package gen

import (
	"math"
	"slices"
	"testing"
)

// angleKind classifies an angle drawn by Angle: special (exactly one of
// specialAngles), tiny (a branch point plus ±10^−e, 5 ≤ e ≤ 15) or continuous.
func angleKind(theta float64) int {
	if slices.Contains(specialMagnitudes, math.Abs(theta)) {
		return angleSpecial
	}
	if _, ok := tinyBase(theta); ok {
		return angleTiny
	}
	return angleContinuous
}

// tinyBase returns the branch point a tiny angle is a hair off. Adding 10^−e
// to a base of size at most 4π rounds by at most half an ulp of 4π, below
// 1e-15.
func tinyBase(theta float64) (float64, bool) {
	for _, m := range tinyMagnitudes {
		for _, base := range []float64{m, -m} {
			delta := math.Abs(theta - base)
			for e := 5; e <= 15; e++ {
				if math.Abs(delta-math.Pow(10, -float64(e))) <= 1e-15 {
					return base, true
				}
			}
		}
	}
	return 0, false
}

func TestAngleBranchPoints(t *testing.T) {
	// Every signed branch point is reached by tiny angles, 0 a third of the
	// time and each of the eight others one time in twelve: chi-square with 8
	// degrees of freedom, whose upper tail for an even number 2m of degrees
	// of freedom is e^{−x/2}·Σ_{j<m} (x/2)^j/j! (Abramowitz & Stegun
	// 26.4.21); fail below falseFailure.
	sample, _ := drawAll(t, Angle(), 8000, 3)
	counts := map[float64]int{}
	total := 0
	for _, theta := range sample {
		if base, ok := tinyBase(theta); ok && angleKind(theta) == angleTiny {
			counts[base]++
			total++
		}
	}
	want := map[float64]float64{0: 1.0 / 3}
	for _, m := range tinyMagnitudes[1:5] {
		want[m], want[-m] = 1.0/12, 1.0/12
	}
	chi2 := 0.0
	for base, p := range want {
		e := p * float64(total)
		chi2 += (float64(counts[base]) - e) * (float64(counts[base]) - e) / e
	}
	y := chi2 / 2
	tail := math.Exp(-y) * (1 + y + y*y/2 + y*y*y/6)
	if len(counts) != len(want) || tail < falseFailure {
		t.Errorf("tiny angles by branch point %v (%d in all): chi-square %.2f, upper tail %.3g", counts, total, chi2, tail)
	}
}

func TestAngleMixture(t *testing.T) {
	// The three kinds come with frequencies 4/8, 3/8, 1/8: chi-square with 2
	// degrees of freedom, whose upper quantile is exactly −2·ln(alpha) (the
	// chi-square law with 2 degrees of freedom is exponential with mean 2;
	// e.g. Abramowitz & Stegun 26.4.21). Continuous angles are uniform on
	// (−2π, 2π): KS against the uniform CDF. Four checks (two sources × two
	// tests) at 1e-6/4: false failure ≤ 1e-6 per run. (A continuous angle is
	// misread as tiny with probability about 1e-6 per draw, which moves one
	// count; negligible against the critical value.)
	const n = 8000
	alpha := falseFailure / 4
	example, checked := drawAll(t, Angle(), n, 1)
	for name, sample := range map[string][]float64{"Example": example, "rapid.Check": checked} {
		counts := make([]int, len(angleWeights))
		var continuous []float64
		seen := map[float64]bool{}
		for _, theta := range sample {
			k := angleKind(theta)
			counts[k]++
			switch k {
			case angleSpecial:
				seen[theta] = true
			case angleContinuous:
				continuous = append(continuous, theta)
			}
		}
		var chi2 float64
		for k, w := range angleWeights {
			want := float64(len(sample)) * float64(w) / 8
			chi2 += (float64(counts[k]) - want) * (float64(counts[k]) - want) / want
		}
		if crit := -2 * math.Log(alpha); chi2 > crit {
			t.Errorf("via %s: kinds %v against weights %v: chi-square %.2f > %.2f", name, counts, angleWeights, chi2, crit)
		}
		if len(seen) != 2*len(specialMagnitudes)-1 {
			// each special angle has probability at least 1/28 per draw:
			// missing one in 4000 draws has probability below 1e-60
			t.Errorf("via %s: only %d of the %d special angles appeared", name, len(seen), 2*len(specialMagnitudes)-1)
		}
		uniform := func(x float64) float64 { return math.Min(1, math.Max(0, (x+2*math.Pi)/(4*math.Pi))) }
		if d, eps := ksDistance(continuous, uniform), ksCritical(len(continuous), alpha); d > eps {
			t.Errorf("via %s: continuous angles against uniform(−2π, 2π): KS %.4f > %.4f", name, d, eps)
		}
	}
}

func TestAngleShrinks(t *testing.T) {
	// Toward 0 first, then through the special angles in order.
	if got := shrunk(t, Angle(), func(theta float64) bool { return theta != 0 }); got != math.Pi/4 {
		t.Errorf("smallest nonzero angle shrinks to %v, want π/4", got)
	}
	if got := shrunk(t, Angle(), func(theta float64) bool { return theta >= 1 }); got != math.Pi/2 {
		t.Errorf("an angle ≥ 1 shrinks to %v, want π/2", got)
	}
	if got := shrunk(t, Angle(), func(theta float64) bool { return theta < -3 }); got != -math.Pi {
		t.Errorf("an angle < −3 shrinks to %v, want −π", got)
	}
	// A property only a continuous angle breaks ends on the smallest
	// continuous step.
	fails := func(theta float64) bool { return angleKind(theta) == angleContinuous && theta != 0 }
	if got, want := shrunk(t, Angle(), fails), 2*math.Pi/angleSteps; math.Abs(got-want) > 1e-15*want {
		t.Errorf("a continuous angle shrinks to %v, want the step 2π/%d = %v", got, angleSteps, want)
	}
	// A tiny angle shrinks to 0 + 10^−5.
	if got := shrunk(t, Angle(), func(theta float64) bool { return angleKind(theta) == angleTiny }); got != 1e-5 {
		t.Errorf("a tiny angle shrinks to %v, want 1e-5", got)
	}
}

■ **ACTIVITY**: Repeat the line containing "1 shrinks to" and all subsequent lines through the final line of the data, exactly and with no others.

■ **RESPONSE BELOW**:
		t.Errorf("an angle ≥ 1 shrinks to %v, want π/2", got)
	}
	if got := shrunk(t, Angle(), func(theta float64) bool { return theta < -3 }); got != -math.Pi {
		t.Errorf("an angle < −3 shrinks to %v, want −π", got)
	}
	// A property only a continuous angle breaks ends on the smallest
	// continuous step.
	fails := func(theta float64) bool { return angleKind(theta) == angleContinuous && theta != 0 }
	if got, want := shrunk(t, Angle(), fails), 2*math.Pi/angleSteps; math.Abs(got-want) > 1e-15*want {
		t.Errorf("a continuous angle shrinks to %v, want the step 2π/%d = %v", got, angleSteps, want)
	}
	// A tiny angle shrinks to 0 + 10^−5.
	if got := shrunk(t, Angle(), func(theta float64) bool { return angleKind(theta) == angleTiny }); got != 1e-5 {
		t.Errorf("a tiny angle shrinks to %v, want 1e-5", got)
	}
}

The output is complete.